Além dos vídeos em competição houve uma mostra paralela chamada Tribuna Livre. Tal evento passou quase sem ser notado porque não houve divulgação alguma nas mídias. Mesmo o Curta o Curta teve muita dificuldade para saber detalhes do evento, parecia que ninguém da organização tinha ficado encarregado com exclusividade da Mostra, que exibiu mais de 50 filmes na Fundição Progresso. A Tribuna Livre talvez tenha sido o ponto mais fraco do Festival. Melhor seria ter feito apenas a competição de vídeos, que foi melhor cuidada.
"... o espaço no catálogo foi miserável, não houve divulgação alguma nas mídias... a iniciativa foi ótima mas faltou organização, a coisa foi meio amadora... o Festival é ótimo mas este evento em particular foi ruim." Cristian Borges é professor de cinema na UFF, realizador de 4 filmes exibidos na Tribuna Livre.
"... faltou consideração com todos os vídeos.
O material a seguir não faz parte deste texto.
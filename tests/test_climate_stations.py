"""A folder of weather files as stations: headers, great-circle distance, nearest, errors."""

import importlib.util
import shutil
from pathlib import Path

import numpy as np
import pytest

from planner.climate import load_climate, stations
from planner.climate.readers import _pvlib_data_dir
from planner.errors import InputError

REPO = Path(__file__).resolve().parents[1]
_spec = importlib.util.spec_from_file_location("fleet_gen", REPO / "benchmarks" / "fleet_gen.py")
fleet_gen = importlib.util.module_from_spec(_spec)
_spec.loader.exec_module(fleet_gen)


def test_great_circle_distance_of_a_published_worked_example():
    # Rosetta Code, task "Haversine formula" (read): from (36.12, -86.67) to (33.94, -118.40)
    # on a sphere of 6372.8 km the distance is 2887.2599506071 km, and 2886.4444428380 km
    # on one of 6371.0 km.
    assert stations.great_circle_km(36.12, -86.67, 33.94, -118.40, radius_km=6372.8) == \
        pytest.approx(2887.2599506071, abs=1e-6)
    assert stations.great_circle_km(36.12, -86.67, 33.94, -118.40, radius_km=6371.0) == \
        pytest.approx(2886.4444428380, abs=1e-6)


def test_great_circle_distance_known_pairs():
    # Geometry of the sphere (from memory): a quarter meridian is pi R / 2; half the equator
    # pi R; a point to itself 0; across the date line the short way round.
    r = stations.EARTH_RADIUS_KM
    assert stations.great_circle_km(0, 0, 90, 0) == pytest.approx(np.pi * r / 2)
    assert stations.great_circle_km(0, 0, 0, 180) == pytest.approx(np.pi * r)
    assert stations.great_circle_km(10, 20, 10, 20) == 0.0
    assert stations.great_circle_km(0, 179.5, 0, -179.5) == pytest.approx(np.pi * r / 180)


def _folder(tmp_path):
    """EPW, plain CSV, TMY3 and TMY2 stations in one folder (the last two from pvlib)."""
    folder = tmp_path / "stations"
    folder.mkdir()
    year = load_climate("temperate-maritime")
    fleet_gen.write_epw(folder / "a.epw", year, latitude_deg=50.0, longitude_deg=5.0,
                        altitude_m=120.0)
    fleet_gen.write_plain_csv(folder / "b.csv", year, latitude_deg=60.0, longitude_deg=10.0,
                              altitude_m=300.0, temp_air_c=year.temp_air_c)
    shutil.copy(_pvlib_data_dir() / "723170TYA.CSV", folder / "c.csv")
    shutil.copy(_pvlib_data_dir() / "12839.tm2", folder / "d.tm2")
    (folder / "notes.md").write_text("not a weather file\n")
    return folder


def test_headers_give_every_format_its_position(tmp_path):
    found = stations.scan_station_folder(_folder(tmp_path))
    by_name = {s.name: s for s in found.stations}
    assert set(by_name) == {"a.epw", "b.csv", "c.csv", "d.tm2"}
    assert (by_name["a.epw"].latitude_deg, by_name["a.epw"].altitude_m) == (50.0, 120.0)
    assert (by_name["b.csv"].kind, by_name["b.csv"].longitude_deg) == ("csv", 10.0)
    # pvlib's bundled files: TMY3 header 36.1 N -79.95 E 273 m UTC-5; TMY2 header
    # N 25 48, W 80 16, 2 m, UTC-5 (the files' own first lines).
    assert (by_name["c.csv"].kind, by_name["c.csv"].latitude_deg, by_name["c.csv"].utc_offset_h) == \
        ("tmy3", 36.1, -5.0)
    assert by_name["d.tm2"].latitude_deg == pytest.approx(25 + 48 / 60)
    assert by_name["d.tm2"].longitude_deg == pytest.approx(-(80 + 16 / 60))
    # The header agrees with what the full reader finds.
    year = stations.station_year(by_name["d.tm2"])
    assert year.latitude_deg == pytest.approx(by_name["d.tm2"].latitude_deg, abs=1e-6)


def test_nearest_station_and_its_distance(tmp_path):
    found = stations.scan_station_folder(_folder(tmp_path))
    index, distance = stations.nearest_stations(found, [50.2, 26.0], [5.1, -80.0])
    names = [found.stations[i].name for i in index]
    assert names == ["a.epw", "d.tm2"]
    assert distance[0] == pytest.approx(stations.great_circle_km(50.2, 5.1, 50.0, 5.0))


def test_each_station_file_is_read_once(tmp_path, monkeypatch):
    found = stations.scan_station_folder(_folder(tmp_path))
    calls = []
    import planner.climate.readers as readers
    real = readers.read_climate_file
    monkeypatch.setattr(readers, "read_climate_file", lambda path, **kw: calls.append(path) or real(path))
    station = next(s for s in found.stations if s.name == "a.epw")
    first = stations.station_year(station)
    for _ in range(5):
        assert stations.station_year(station) is first
    assert len(calls) <= 1


def test_a_folder_without_a_readable_file_names_each_file(tmp_path):
    folder = tmp_path / "bad"
    folder.mkdir()
    (folder / "x.epw").write_text("not an epw\n")
    (folder / "y.csv").write_text("time,temp\n2023-01-01T00:00,1\n")
    (folder / "z.tm2").write_text("short\n")
    with pytest.raises(InputError) as info:
        stations.scan_station_folder(folder)
    message = str(info.value)
    assert "\n" not in message
    for name in ("x.epw", "y.csv", "z.tm2"):
        assert name in message
    assert "LOCATION" in message and "declaration" in message


def test_an_empty_folder_says_what_it_expected(tmp_path):
    with pytest.raises(InputError, match="no readable weather file"):
        stations.scan_station_folder(tmp_path)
Não fui avisada do dia e da hora da exibição do meu filme, ou seja, não pude chamar os amigos que eu queria... e a divulgação dos vídeos exibidos? Você viu em algum lugar? Nem eu nem ninguém viu!!!..." Candy Saavedra é estudante de cinema na Estácio, conseguiu exibir seu filme ’Cesura’ no evento.

- Venda antecipada

Não foi nada inteligente vender antecipadamente apenas até 24 horas antes do filme.

- Poucos filmes clássicos ou raros Deu até saudade dos Tesouros da Cinemateca.